Tuesday, November 19, 2019

Corem Deo

As Paul draws his letter to a close, he issues Timothy a charge, “[I]n the presence of God, who gives life to all things, and of Christ Jesus, who in his testimony before Pontius Pilate made the good confession, to keep the commandment unstained and free from reproach until the appearing of our Lord Jesus Christ” (1 Timothy 6:13-14). With these words, the apostle invokes a reality that in Latin is called, coram deo, before the face of God. The phrase communicates a seriousness, a gravity, about our existence. God is. There is never a time that he is anything but who he is in all his fulness, and in that fulness he sees all that transpires in the universe that he has made — and that includes each of us. We live before the face of God.
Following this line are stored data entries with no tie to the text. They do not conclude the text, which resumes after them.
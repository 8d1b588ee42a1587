"""Passages on a hand-built corpus whose answer is known by reading it: merged windows, offsets,
set tags, supports/counters, and texts holding bracket characters."""

import numpy as np
import pytest

from tests.conftest import write_jsonl
from tracer.analysis.document_counts import kept_stream
from tracer.analysis.passages import (Marks, find_passages, marks_text, merge_windows, pair_passages,
                                      parse_marks)
from tracer.core.counting import CountSettings
from tracer.corpus.ingest import ingest
from tracer.corpus.slices import slice_from_spec
from tracer.corpus.workspace import Workspace
from tracer.provenance.counts import count_slice

FILLER = " ".join(f"filler{i}" for i in range(20))
DOCS = [
    # three overlapping hits of x-targets with a-attributes: one passage of 5 pairs (window 2:
    # velm0-grim1, velm3-grim1, velm3-grim4, velm6-grim4, velm6-grim7)
    {"id": "three", "source": "S", "text": "Velm grim then velm grim then velm grim."},
    # brackets, guillemets, carets and markup in the text: ost-glad (y-b, for), velm-glad twice (x-b,
    # against); ost and the second glad are 3 tokens apart, outside the window
    {"id": "brackets", "source": "S", "text": "[[Ost]] glad «velm» ]] ^^ Glad <script>x</script>."},
    # two hits far apart: two passages
    {"id": "apart", "source": "S", "text": f"Velm grim {FILLER} ost glad"},
    # no hit
    {"id": "none", "source": "S", "text": f"velm {FILLER} grim"},
]
SETS = {"targets_x": ["velm"], "targets_y": ["ost"], "attributes_a": ["grim"], "attributes_b": ["glad"]}
SETTINGS = CountSettings(window=2, min_count=1)


@pytest.fixture(scope="module")
def tiny(tmp_path_factory):
    folder = tmp_path_factory.mktemp("tiny")
    ingest(folder / "ws", [write_jsonl(folder / "tiny.jsonl", DOCS)])
    ws = Workspace(folder / "ws")
    sl = slice_from_spec(ws, "all")
    counts = count_slice(ws, sl.weights, SETTINGS, slice_name="all")
    return ws, counts, kept_stream(ws, sl.weights, counts)


def passages(tiny, direction=1, per_doc=3, context_tokens=2):
    ws, counts, stream = tiny
    return find_passages(ws, counts, stream, np.arange(len(DOCS)), SETS, ["targets_x", "targets_y"],
                         per_doc=per_doc, context_tokens=context_tokens, direction=direction)


def test_overlapping_windows_of_a_document_merge_into_one_passage(tiny):
    p = passages(tiny)
    three = p[p.doc_id == "three"]
    assert len(three) == 1
    row = three.iloc[0]
    assert row.pairs == 5 and row.start == 0 and row.end == len(DOCS[0]["text"]) - 1  # the final "." is no token
    assert [m["word"] for m in row.marks] == ["velm", "grim"] * 3
    apart = p[p.doc_id == "apart"]
    assert list(apart.passage) == [1, 2] and list(apart.pairs) == [1, 1]
    assert "none" not in set(p.doc_id)


def test_merge_windows_joins_touching_windows_only():
    assert merge_windows([(4, 6), (0, 3)]) == [(0, 6, [1, 0])]   # 3 and 4 touch
    assert merge_windows([(0, 3), (5, 6)]) == [(0, 3, [0]), (5, 6, [1])]
    assert merge_windows([(0, 9), (2, 3), (8, 12)]) == [(0, 12, [0, 1, 2])]


def test_marks_point_at_the_words_in_the_stored_text_with_their_sets(tiny):
    ws = tiny[0]
    p = passages(tiny)
    texts = ws.texts(range(len(DOCS)))
    index = dict(zip(ws.documents.doc_id, ws.documents.doc_index))
    for row in p.itertuples():
        text = texts[index[row.doc_id]]
        assert text[row.start:row.end] == row.text
        for m in row.marks:
            assert ws.normalize_words([text[m["start"]:m["end"]]]) == [m["word"]]
            assert m["word"] in SETS[m["set"]]
    brackets = p[p.doc_id == "brackets"].iloc[0]
    # the text's own [[ ]] and « » are text: four marks, at Ost, glad, velm, Glad
    assert [(DOCS[1]["text"][m["start"]:m["end"]], m["set"]) for m in brackets.marks] == [
        ("Ost", "targets_y"), ("glad", "attributes_b"), ("velm", "targets_x"), ("Glad", "attributes_b")]
    assert brackets.text == "Ost]] glad «velm» ]] ^^ Glad <script>x"  # two tokens of context after Glad


def test_supports_and_counters_follow_the_weat_rule_and_the_measured_sign(tiny):
    p = passages(tiny).set_index("passage_id")
    assert p.loc["three#0", ["supporting", "countering", "evidence"]].tolist() == [5, 0, "supports"]
    assert p.loc["brackets#2", ["supporting", "countering", "evidence"]].tolist() == [1, 2, "counters"]
    # a negative measured effect: the same pairs now push toward it, or against it
    n = passages(tiny, direction=-1).set_index("passage_id")
    assert n.loc["three#0", ["supporting", "countering", "evidence"]].tolist() == [0, 5, "counters"]
    assert n.loc["brackets#2", ["supporting", "countering", "evidence"]].tolist() == [2, 1, "supports"]
    ap = p[p.doc_id == "apart"]
    assert list(ap.evidence) == ["supports", "supports"]  # x-a and y-b


def test_passage_ids_are_stable_and_per_doc_keeps_the_strongest(tiny):
    a, b = passages(tiny), passages(tiny)
    assert list(a.passage_id) == list(b.passage_id) and a.passage_id.is_unique
    assert all(pid == f"{d}#{s}" for pid, d, s in zip(a.passage_id, a.doc_id, a.start))
    one = passages(tiny, per_doc=1)
    assert one.doc_id.value_counts().max() == 1
    # the kept passage keeps its ordinal and id among all of its document's passages
    assert set(one.passage_id) <= set(a.passage_id)


def test_marks_print_compactly_and_parse_back(tiny):
    row = passages(tiny).iloc[0]
    text = str(row.marks)
    assert text == marks_text(row.marks) and text.startswith("0-4:velm:targets_x;5-9:grim:attributes_a;")
    assert parse_marks(text) == list(row.marks) and parse_marks("") == Marks()


def test_pair_passages_tag_word_and_context(tiny):
    ws = tiny[0]
    p = pair_passages(ws, "VELM", ["glad"], slice_from_spec(ws, "all"), SETTINGS, context_tokens=2)
    assert set(p.doc_id) == {"brackets"} and "evidence" not in p.columns
    assert [(m["word"], m["set"]) for m in p.iloc[0].marks] == [("glad", "context"), ("velm", "word"),
                                                                ("glad", "context")]
    assert p.iloc[0].pairs == 2 and p.iloc[0].pair_count > 0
We need to grasp this reality because of its implications for how we live our lives. For Timothy, it meant that he must pursue the kind of spiritual integrity that would enable him to carry out his task and bring honor to the gospel and to Christ. For us, it is no different. Though not everyone will be called to step into the role that Timothy had to fill, we are all expected to live lives of integrity. That is perhaps the most important implication of living coram deo. The psalmist asks, “Where shall I go from your Spirit? Or where shall I flee from your presence?” (Psalms 139:7). God is aware of us no matter where we are. For the psalmist it is a source of comfort, and it should be for us. But it also makes him petition, “Search me, O God, and know my heart! / Try me and know my thoughts! / And see if there be any grievous way in me, / and lead me in the way everlasting!” (Psalms 139:23-24). We cannot pretend that how live behind closed doors has no relationship with how live live publicly. Who we are at home should be who we are at work. Who we are in church should be who we are out “in the world.” Our responsibilities will be different in different settings, but who we are as followers of Jesus must be consistent.

How can we cultivate consistency? The four strong verbs with which Paul admonishes Timothy are instructive: flee, pursue, fight, and seize. We are to flee falsehood and the fruit it produces, but pursue the fruit of the Holy Spirit. We are to fight for the revealed truth, and seize hold of the hope that our faith in the revealed truth gives us. This is living intentionally, coram deo, before the face of God.